╭─ MATERIAL TO PROCESS
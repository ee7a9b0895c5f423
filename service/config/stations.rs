//! The station list: where each observing site is on the WGS84 ellipsoid.

use std::collections::BTreeMap;

use serde::Serialize;

/// One observing site, as listed in `stations.toml`.
#[derive(Debug, Clone, PartialEq, Serialize)]
pub struct Station {
    /// The code as it appears in the observations' `stn` field.
    pub code: String,
    pub name: String,
    /// East-positive geodetic longitude, degrees.
    pub longitude_deg: f64,
    /// WGS84 geodetic latitude, degrees.
    pub latitude_deg: f64,
    /// Height above the WGS84 ellipsoid, metres.
    pub height_m: f64,
    /// Default astrometric uncertainty for observations that carry none.
    pub sigma_arcsec: Option<f64>,
}

/// Stations keyed by code.
#[derive(Debug, Clone, Default, PartialEq, Serialize)]
pub struct StationList {
    by_code: BTreeMap<String, Station>,
}

impl StationList {
    /// Builds the list; a later entry with the same code replaces an earlier
    /// one (the loader reports such duplicates as errors before this point).
    pub fn new(stations: impl IntoIterator<Item = Station>) -> Self {
        Self {
            by_code: stations.into_iter().map(|s| (s.code.clone(), s)).collect(),
        }
    }

    pub fn get(&self, code: &str) -> Option<&Station> {
        self.by_code.get(code)
    }

    pub fn contains(&self, code: &str) -> bool {
        self.by_code.contains_key(code)
    }

    pub fn iter(&self) -> impl Iterator<Item = &Station> {
        self.by_code.values()
    }

    pub fn len(&self) -> usize {
        self.by_code.len()
    }

    pub fn is_empty(&self) -> bool {
        self.by_code.is_empty()
    }
}

use std::path::Path;

use super::reader::{self, Source, TableReader};
use super::ConfigProblem;

/// Reads a station list file; every problem is reported with its line.
pub fn load_stations(path: &Path) -> Result<StationList, Vec<ConfigProblem>> {
    let text = std::fs::read_to_string(path).map_err(|e| {
        vec![ConfigProblem {
            file: path.to_path_buf(),
            line: 0,
            key: String::new(),
            reason: format!("cannot read the station list: {e}"),
        }]
    })?;
    parse_stations(path, &text)
}

/// The station list shipped in `config/stations.toml` (invented sites),
/// compiled in so the batch commands find it from any working directory.
pub const SHIPPED_STATIONS_TOML: &str = include_str!("../../config/stations.toml");

/// The name the shipped list goes by in messages: it is no file on disk.
pub const SHIPPED_STATIONS_NAME: &str = "config/stations.toml (built in)";

/// The shipped station list, parsed (see [`SHIPPED_STATIONS_TOML`]).
pub fn shipped_stations() -> Result<StationList, Vec<ConfigProblem>> {
    parse_stations(Path::new(SHIPPED_STATIONS_NAME), SHIPPED_STATIONS_TOML)
}

/// Parses station-list text (`[[station]]` entries).
pub fn parse_stations(path: &Path, text: &str) -> Result<StationList, Vec<ConfigProblem>> {
    let src = Source::new(path, text);
    let mut stations = Vec::new();
    if let Some(doc) = reader::parse(&src, text) {
        let top = TableReader::new(&src, doc.as_table(), "", 1);
        let mut seen_codes = std::collections::BTreeMap::new();
        for t in top.tables("station") {
            let (code, station) = read_station(&t);
            if let Some(code) = code {
                if let Some(first) = seen_codes.insert(code.clone(), t.line()) {
                    t.problem(
                        "code",
                        format!("station '{code}' is already listed at line {first}"),
                    );
                } else if let Some(s) = station {
                    stations.push(s);
                }
            }
            t.finish();
        }
        top.finish();
    }
    if src.has_problems() {
        Err(src.into_problems())
    } else {
        Ok(StationList::new(stations))
    }
}

/// The station's code (when it has one, even if other keys are bad, so
/// duplicates are still found) and the station when every key is good.
fn read_station(t: &TableReader<'_, '_>) -> (Option<String>, Option<Station>) {
    let code = t.string("code", true);
    if let Some(c) = &code {
        if c.is_empty() || c.len() > 8 || !c.chars().all(|ch| ch.is_ascii_alphanumeric()) {
            t.problem(
                "code",
                format!("'{c}' is not a station code (1-8 letters or digits)"),
            );
        }
    }
    let name = t.string("name", false).unwrap_or_default();
    let longitude_deg = t.f64_where("longitude_deg", true, |x| {
        in_range(x, -180.0, 360.0, "east longitude in degrees")
    });
    let latitude_deg = t.f64_where("latitude_deg", true, |x| {
        in_range(x, -90.0, 90.0, "latitude in degrees")
    });
    let height_m = t.f64_where("height_m", true, |x| {
        in_range(x, -500.0, 10_000.0, "height above the ellipsoid in metres")
    });
    let sigma_arcsec = t.f64_where("sigma_arcsec", false, positive);
    let station = (|| {
        Some(Station {
            code: code.clone()?,
            name,
            longitude_deg: longitude_deg?,
            latitude_deg: latitude_deg?,
            height_m: height_m?,
            sigma_arcsec,
        })
    })();
    (code, station)
}

pub(super) fn in_range(x: f64, lo: f64, hi: f64, what: &str) -> Result<(), String> {
    if x.is_finite() && x >= lo && x <= hi {
        Ok(())
    } else {
        Err(format!("{x} is outside [{lo}, {hi}] ({what})"))
    }
}

pub(super) fn positive(x: f64) -> Result<(), String> {
    if x.is_finite() && x > 0.0 {
        Ok(())
    } else {
        Err(format!("{x} must be a positive number"))
    }
}

#[cfg(test)]
mod tests {
    use super::*;

    #[test]
    fn reads_a_valid_list() {
        let text = "[[station]]\ncode = \"ZQA\"\nname = \"Hill\"\nlongitude_deg = 17.32\nlatitude_deg = -23.11\nheight_m = 1820.0\nsigma_arcsec = 0.5\n";
        let list = parse_stations(Path::new("s.toml"), text).unwrap();
        let s = list.get("ZQA").unwrap();
        assert_eq!(s.latitude_deg, -23.11);
        assert_eq!(s.sigma_arcsec, Some(0.5));
    }

    #[test]
    fn the_shipped_list_is_built_in() {
        // config/stations.toml lists four invented sites, ZQA to ZQD.
        let list = shipped_stations().expect("the shipped list parses");
        let codes: Vec<&str> = list.iter().map(|s| s.code.as_str()).collect();
        assert_eq!(codes, ["ZQA", "ZQB", "ZQC", "ZQD"]);
        assert_eq!(list.get("ZQB").map(|s| s.sigma_arcsec), Some(Some(0.4)));
    }

    #[test]
    fn reports_every_problem_with_its_line() {
        let text = "[[station]]\ncode = \"ZQA\"\nlongitude_deg = 17.0\nlatitude_deg = 95.0\nheight_m = 10.0\ncolour = 3\n\n[[station]]\ncode = \"ZQA\"\nlongitude_deg = 1.0\nlatitude_deg = 1.0\nheight_m = 1.0\n";
        let problems = parse_stations(Path::new("s.toml"), text).unwrap_err();
        let summary: Vec<(usize, &str)> =
            problems.iter().map(|p| (p.line, p.key.as_str())).collect();
        assert!(
            summary.contains(&(4, "station[0].latitude_deg")),
            "{summary:?}"
        );
        assert!(summary.contains(&(6, "station[0].colour")), "{summary:?}");
        assert!(summary.contains(&(9, "station[1].code")), "{summary:?}");
        assert_eq!(problems.len(), 3, "{problems:?}");
    }
}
╰─
▶ **WHAT THE TASK REQUIRES**
An exact copy of the data is needed, running from its first line through the line that holds "observing site, as", and nothing beyond that.

▶ **EXPECTED ANSWER**
repository ee7a9b0895c5f423
filename service/config/stations.rs
//! The station list: where each observing site is on the WGS84 ellipsoid.

use std::collections::BTreeMap;

use serde::Serialize;

/// One observing site, as listed in `stations.toml`.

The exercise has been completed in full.